Research on oxidation mechanism of hydrogen/syngas-methanol and its application on engine performance prediction

As a kind of promising additive fuel for spark ignition methanol engine, hydrogen/CO-rich syngas, produced by reforming methanol has attracted considerable attention because of its positive effects on engine combustion. In the current study, a chemical mechanism for hydrogen-methanol and syngas-methanol combustion was developed to predict the engine performance. The kinetic mechanisms, includes 39 species and 193 elementary reactions after reducing and optimizing the detailed chemical mechanism (Burke et al., 2016). It was proved that this mechanism can well predict the ignition delay time, laminar burning velocity and the typical species evolution of hydrogen-methanol and syngas-methanol mixtures. Moreover, the differences between the effects of hydrogen and syngas additions on the ignition delay and laminar burning velocity were analyzed quantitively.
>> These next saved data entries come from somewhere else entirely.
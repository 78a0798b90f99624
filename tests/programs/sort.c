/* Sorting signed and unsigned 8-, 16- and 32-bit arrays: the compiler uses LB/LBU/LH/LHU/LW and
   SB/SH/SW with signed and unsigned comparisons, and a recursive quicksort uses the stack.
   Each array is checked to be in order and to keep its element sum.
   Exit code: number of arrays that failed. */
#include "lib.h"

#define N 300

static int32_t words[N];
static int16_t halves[N];
static uint16_t uhalves[N];
static int8_t bytes[N];
static uint8_t ubytes[N];

static uint32_t seed = 2463534242u;
static uint32_t next_random(void) {   /* xorshift32, shifts only */
  seed ^= seed << 13;
  seed ^= seed >> 17;
  seed ^= seed << 5;
  return seed;
}

static void quicksort(int32_t *a, int low, int high) {
  while (low < high) {
    int32_t pivot = a[(low + high) >> 1];
    int i = low, j = high;
    while (i <= j) {
      while (a[i] < pivot) i++;
      while (a[j] > pivot) j--;
      if (i <= j) {
        int32_t t = a[i];
        a[i] = a[j];
        a[j] = t;
        i++;
        j--;
      }
    }
    if (j - low < high - i) {
      quicksort(a, low, j);
      low = i;
    } else {
      quicksort(a, i, high);
      high = j;
    }
  }
}

#define INSERTION_SORT(name, type)                         \
  static void name(type *a, int n) {                       \
    for (int i = 1; i < n; i++) {                          \
      type v = a[i];                                       \
      int j = i - 1;                                       \
      while (j >= 0 && a[j] > v) {                         \
        a[j + 1] = a[j];                                   \
        j--;                                               \
      }                                                    \
      a[j + 1] = v;                                        \
    }                                                      \
  }
INSERTION_SORT(sort_halves, int16_t)
INSERTION_SORT(sort_uhalves, uint16_t)
INSERTION_SORT(sort_bytes, int8_t)
INSERTION_SORT(sort_ubytes, uint8_t)

#define CHECK_SORTED(label, array, sum_before)                     \
  do {                                                             \
    uint32_t sum_after = 0;                                        \
    int ordered = 1;                                               \
    for (int i = 0; i < N; i++) {                                  \
      sum_after += (uint32_t)array[i];                             \
      if (i > 0 && array[i - 1] > array[i]) ordered = 0;           \
    }                                                              \
    print_str(label);                                              \
    print_str(" min ");                                            \
    print_dec(array[0]);                                           \
    print_str(" max ");                                            \
    print_dec(array[N - 1]);                                       \
    print_str(" sum 0x");                                          \
    print_hex(sum_after);                                          \
    print_str(ordered ? " ordered\n" : " NOT ORDERED\n");          \
    if (!ordered || sum_after != sum_before) failures++;           \
  } while (0)

int main(void) {
  int failures = 0;
  uint32_t sums[5] = {0, 0, 0, 0, 0};  /* unsigned: wrap-around is defined */
  for (int i = 0; i < N; i++) {
    uint32_t r = next_random();
    words[i] = (int32_t)r;
    halves[i] = (int16_t)(r >> 7);
    uhalves[i] = (uint16_t)(r >> 11);
    bytes[i] = (int8_t)(r >> 3);
    ubytes[i] = (uint8_t)(r >> 21);
    sums[0] += (uint32_t)words[i];
    sums[1] += (uint32_t)halves[i];
    sums[2] += (uint32_t)uhalves[i];
    sums[3] += (uint32_t)bytes[i];
    sums[4] += (uint32_t)ubytes[i];
  }
  words[0] = (int32_t)0x80000000;   /* the extremes must sort to the ends */
  words[1] = 0x7FFFFFFF;
  sums[0] = 0;
  for (int i = 0; i < N; i++) sums[0] += (uint32_t)words[i];

  quicksort(words, 0, N - 1);
  sort_halves(halves, N);
  sort_uhalves(uhalves, N);
  sort_bytes(bytes, N);
  sort_ubytes(ubytes, N);
  CHECK_SORTED("int32", words, sums[0]);
  CHECK_SORTED("int16", halves, sums[1]);
  CHECK_SORTED("uint16", uhalves, sums[2]);
  CHECK_SORTED("int8", bytes, sums[3]);
  CHECK_SORTED("uint8", ubytes, sums[4]);
  if (words[0] != (int32_t)0x80000000 || words[N - 1] != 0x7FFFFFFF) failures++;
  report_dec("failures", failures);
  return failures;
}
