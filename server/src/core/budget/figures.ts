// Electrical and timing figures a table may carry, written `name=number` on the declaration
// they describe. Every name says its unit. The figures come from the user's own data sheets;
// Phasewright only adds them up. Nothing is assumed where a figure is missing: the budget
// checks skip what they cannot compute and the report says which figures are missing.

export type FigureHost = 'machine' | 'word' | 'bus' | 'part' | 'strobe';

export interface FigureInfo {
  name: string;
  unit: string;
  hosts: FigureHost[];
  description: string;
}

export const figureTable: FigureInfo[] = [
  { name: 'supply_v', unit: 'V', hosts: ['machine'], description: 'logic supply voltage (feeds the LED current estimate)' },
  { name: 'supply_ma', unit: 'mA', hosts: ['machine'], description: 'current budget of the supply for indicators and loads' },
  { name: 'clock_khz', unit: 'kHz', hosts: ['machine'], description: 'planned step clock (one step per period)' },
  { name: 'access_ns', unit: 'ns', hosts: ['word'], description: 'control-store access time: address stable to data valid (ROM data sheet)' },
  { name: 'drive_ma', unit: 'mA', hosts: ['word', 'part'], description: 'output drive rating per line (the smaller of IOH and IOL at the supply used)' },
  { name: 'in_ua', unit: 'uA', hosts: ['part', 'strobe'], description: 'input current per input (input leakage, or bus-hold current)' },
  { name: 'loads', unit: 'inputs', hosts: ['part', 'strobe'], description: 'chip inputs one control line or bus line reaches on this part' },
  { name: 'cards', unit: 'cards', hosts: ['part'], description: 'register-file cards a register-file strobe reaches (each with `loads` inputs)' },
  { name: 'hold_ua', unit: 'uA', hosts: ['bus'], description: 'current a driver must supply to overdrive the bus keeper, per line' },
  { name: 'settle_ns', unit: 'ns', hosts: ['bus'], description: 'bus wiring and settling delay' },
  { name: 'en_ns', unit: 'ns', hosts: ['part'], description: 'output enable to output valid (tri-state driver)' },
  { name: 'tpd_ns', unit: 'ns', hosts: ['part'], description: 'propagation delay, inputs to outputs (ALU, immediate generator, memory read, comparator)' },
  { name: 'tsu_ns', unit: 'ns', hosts: ['part'], description: 'setup time: data stable before the clock edge' },
  { name: 'tco_ns', unit: 'ns', hosts: ['part'], description: 'clock to output valid' },
  { name: 'leds', unit: 'LEDs', hosts: ['bus', 'part', 'strobe'], description: 'indicator LEDs (one per line on a bus or part)' },
  { name: 'led_vf', unit: 'V', hosts: ['bus', 'part', 'strobe'], description: 'LED forward voltage (LED data sheet)' },
  { name: 'led_ohm', unit: 'ohm', hosts: ['bus', 'part', 'strobe'], description: 'LED series resistor' },
];

const byName = new Map(figureTable.map((f) => [f.name, f]));

export function figureInfo(name: string): FigureInfo | undefined {
  return byName.get(name);
}

export function figureNamesFor(host: FigureHost): string[] {
  return figureTable.filter((f) => f.hosts.includes(host)).map((f) => f.name);
}
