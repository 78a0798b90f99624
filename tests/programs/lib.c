/* Runtime for the C test programs; see lib.h. Output is collected in a buffer and written at
   each newline, so every printed line costs one write system call. */
#include "lib.h"

static char out_buffer[128];
static unsigned out_used;

void print_flush(void) {
  if (out_used > 0) sys_write(1, out_buffer, out_used);
  out_used = 0;
}

void print_char(char c) {
  if (out_used == sizeof out_buffer) print_flush();
  out_buffer[out_used++] = c;
  if (c == '\n') print_flush();
}

void print_str(const char *text) {
  while (*text) print_char(*text++);
}

void print_hex(uint32_t value) {
  for (int shift = 28; shift >= 0; shift -= 4) print_char("0123456789abcdef"[(value >> shift) & 15]);
}

void print_udec(uint32_t value) {
  char digits[10];
  int count = 0;
  do {
    digits[count++] = (char)('0' + value % 10);
    value /= 10;
  } while (value != 0);
  while (count > 0) print_char(digits[--count]);
}

void print_dec(int32_t value) {
  if (value < 0) {
    print_char('-');
    print_udec(0u - (uint32_t)value);
  } else {
    print_udec((uint32_t)value);
  }
}

void print_udec64(uint64_t value) {
  char digits[20];
  int count = 0;
  do {
    digits[count++] = (char)('0' + (int)(value % 10));
    value /= 10;
  } while (value != 0);
  while (count > 0) print_char(digits[--count]);
}

void report_hex(const char *label, uint32_t value) {
  print_str(label);
  print_str(" 0x");
  print_hex(value);
  print_char('\n');
}

void report_dec(const char *label, int32_t value) {
  print_str(label);
  print_char(' ');
  print_dec(value);
  print_char('\n');
}

void exit_program(int code) {
  print_flush();
  sys_exit(code);
}

void *memcpy(void *dest, const void *src, size_t n) {
  unsigned char *d = dest;
  const unsigned char *s = src;
  while (n--) *d++ = *s++;
  return dest;
}

void *memmove(void *dest, const void *src, size_t n) {
  unsigned char *d = dest;
  const unsigned char *s = src;
  if (d < s) {
    while (n--) *d++ = *s++;
  } else {
    while (n--) d[n] = s[n];
  }
  return dest;
}

void *memset(void *dest, int c, size_t n) {
  unsigned char *d = dest;
  while (n--) *d++ = (unsigned char)c;
  return dest;
}

int memcmp(const void *a, const void *b, size_t n) {
  const unsigned char *x = a, *y = b;
  for (; n; n--, x++, y++) {
    if (*x != *y) return *x - *y;
  }
  return 0;
}
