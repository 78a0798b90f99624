/* Tiny runtime for the C test programs: system calls, buffered printing of strings, hex and
   decimal numbers, and the memory functions gcc may call even in freestanding code. Printing
   uses only RV32I instructions plus libgcc's software division. */
#ifndef PHASEWRIGHT_TEST_LIB_H
#define PHASEWRIGHT_TEST_LIB_H

#include <stdint.h>
#include <stddef.h>

long sys_write(int fd, const void *buf, unsigned long len);
void sys_exit(int code) __attribute__((noreturn));
/* Flushes the output buffer and exits with `code` (main's return value goes here). */
void exit_program(int code) __attribute__((noreturn));

void print_char(char c);
void print_str(const char *text);
void print_hex(uint32_t value);            /* 8 lower-case hex digits, no prefix */
void print_udec(uint32_t value);
void print_dec(int32_t value);
void print_udec64(uint64_t value);
void print_flush(void);
/* "label value\n" helpers used by every program's report lines. */
void report_hex(const char *label, uint32_t value);
void report_dec(const char *label, int32_t value);

void *memcpy(void *dest, const void *src, size_t n);
void *memmove(void *dest, const void *src, size_t n);
void *memset(void *dest, int c, size_t n);
int memcmp(const void *a, const void *b, size_t n);

#endif
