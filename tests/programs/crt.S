# Start-up code and system-call wrappers for the C test programs (Linux RISC-V calling
# convention: number in a7, arguments in a0..a2, result in a0). The loader (qemu-riscv32 user
# mode or our ELF loader) has already zeroed .bss and set sp; _start only aligns sp to the
# 16 bytes the psABI requires, calls main and passes its return value to exit_program (lib.c),
# which flushes buffered output before the exit system call.

        .section .text.start, "ax"
        .globl  _start
_start:
        andi    sp, sp, -16
        call    main
        call    exit_program            # does not return
1:      j       1b

        .text
# long sys_write(int fd, const void *buf, unsigned long len)
        .globl  sys_write
sys_write:
        li      a7, 64
        ecall
        ret

# void sys_exit(int code)
        .globl  sys_exit
sys_exit:
        li      a7, 93
        ecall
1:      j       1b
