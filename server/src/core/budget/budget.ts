// The electrical and timing budget of a table, from the figures the user entered: the load on
// every control line and bus line against its driver's rating, the LED current (each
// indicator and all lit at once) against the supply budget, and for every step the longest
// path from the control word changing to the closing clock edge, which bounds the step clock
// (on a machine with a sequencer part its next step is one of the loads: the word's fields
// that drive it must reach its state input before its setup).
// These are estimates from entered figures; real boards need margin and measurement.
import { portBusReads } from '../model/buildPart';
import { combinationalFlags, type FlagFact } from '../model/flagFacts';
import { inputWiring, isCombinationalPort, portOfStrobe } from '../model/partFacts';
import type { Bus, Figures, Machine, Part, StepAlt, Strobe } from '../model/types';
import type { Span } from '../text/span';
import type { KindDef } from '../parts/kinds';

export interface LineLoad {
  /** Strobe name, or `bus name` for a bus row. */
  name: string;
  kind: 'strobe' | 'bus';
  /** Chip inputs the line reaches (for a bus: per bus line). */
  inputs: number;
  /** Input current of those inputs, plus keeper and LED current, in mA. */
  loadMa?: number;
  ledMa: number;
  /** What drives the line: `store main` for a strobe, the driving part for a bus. */
  driver: string;
  driveMa?: number;
  marginMa?: number;
  /** Where to report: the strobe or bus declaration (for a bus row: the driver's enable strobe). */
  span: Span;
  /** Parts whose inputs the line reaches. */
  reaches: string[];
  /** Figures needed for this row that the table does not give. */
  missing: string[];
}

export interface LedGroup {
  where: string;
  count: number;
  perLedMa: number;
  totalMa: number;
  span: Span;
  /** Set when the supply voltage does not exceed the LED's forward voltage. */
  dark?: boolean;
}

export interface PathSegment {
  what: string;
  ns: number;
}

export interface StepPath {
  owner: string;
  step: number;
  guard: string;
  /** The load whose path is longest in this step, e.g. `x.rd.ck`. */
  endpoint: string;
  segments: PathSegment[];
  totalNs: number;
  span: Span;
}
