# Ends with EBREAK instead of an exit system call. RV32I defines EBREAK as a request to a
# debugger (spec 2.8); qemu-riscv32 user mode has no debugger attached and delivers SIGTRAP, so
# the qemu process dies from signal 5 (a shell reports status 133 = 128 + 5). Our interpreter
# stops with reason 'ebreak' at the EBREAK's address without retiring it. Output written before
# the EBREAK must appear in both.
        .section .text.start, "ax"
        .globl  _start
_start:
        li      a0, 1
        la      a1, message
        li      a2, 24
        li      a7, 64
        ecall
        li      s0, 0x5eed
        ebreak
        # Never reached: an exit the test would notice.
        li      a0, 99
        li      a7, 93
        ecall

        .section .rodata
message:
        .ascii  "about to execute EBREAK\n"
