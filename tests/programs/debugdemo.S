# A small program for the debugger's tests: two constants, a call to a function with a size
# (so it can take a breakpoint by name and be stepped out of), a store, a write and an exit.
# Values by the RV32I spec (chapter 2): ADDI adds the sign-extended immediate (2.4), ADD adds
# registers (2.4), JAL writes pc + 4 to rd (2.5), SW stores rs2 at rs1 + offset (2.6).
#   a0 = 5, a1 = 7; add3 returns a0 + a1 + 3 = 15; s0 = 15; the word at sp - 4 = 15;
#   write(1, "ok\n", 3); exit(15).
        .section .text.start, "ax"
        .globl  _start
_start:
        li      a0, 5
        li      a1, 7
        jal     ra, add3
        mv      s0, a0
        sw      s0, -4(sp)
        li      a0, 1
        la      a1, message
        li      a2, 3
        li      a7, 64
        ecall
        mv      a0, s0
        li      a7, 93
        ecall

        .text
        .globl  add3
        .type   add3, @function
add3:
        add     a0, a0, a1
        addi    a0, a0, 3
        ret
        .size   add3, . - add3

        .section .rodata
message:
        .ascii  "ok\n"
Based on the mechanism and bench test data, computational investigations on the knock and combustion characteristics of methanol, hydrogen/methanol and syngas/methanol stoichiometric operation engines were conducted. In order to further improve the comprehensive thermal efficiency, the engine operation scheme accompanied with a methanol-reformer was proposed, and the syngas blending ratio can reach 0.076 within the knock limitation. In this way, the corresponding comprehensive thermal efficiency of the system is increased by 1.96% compared with the original methanol engine.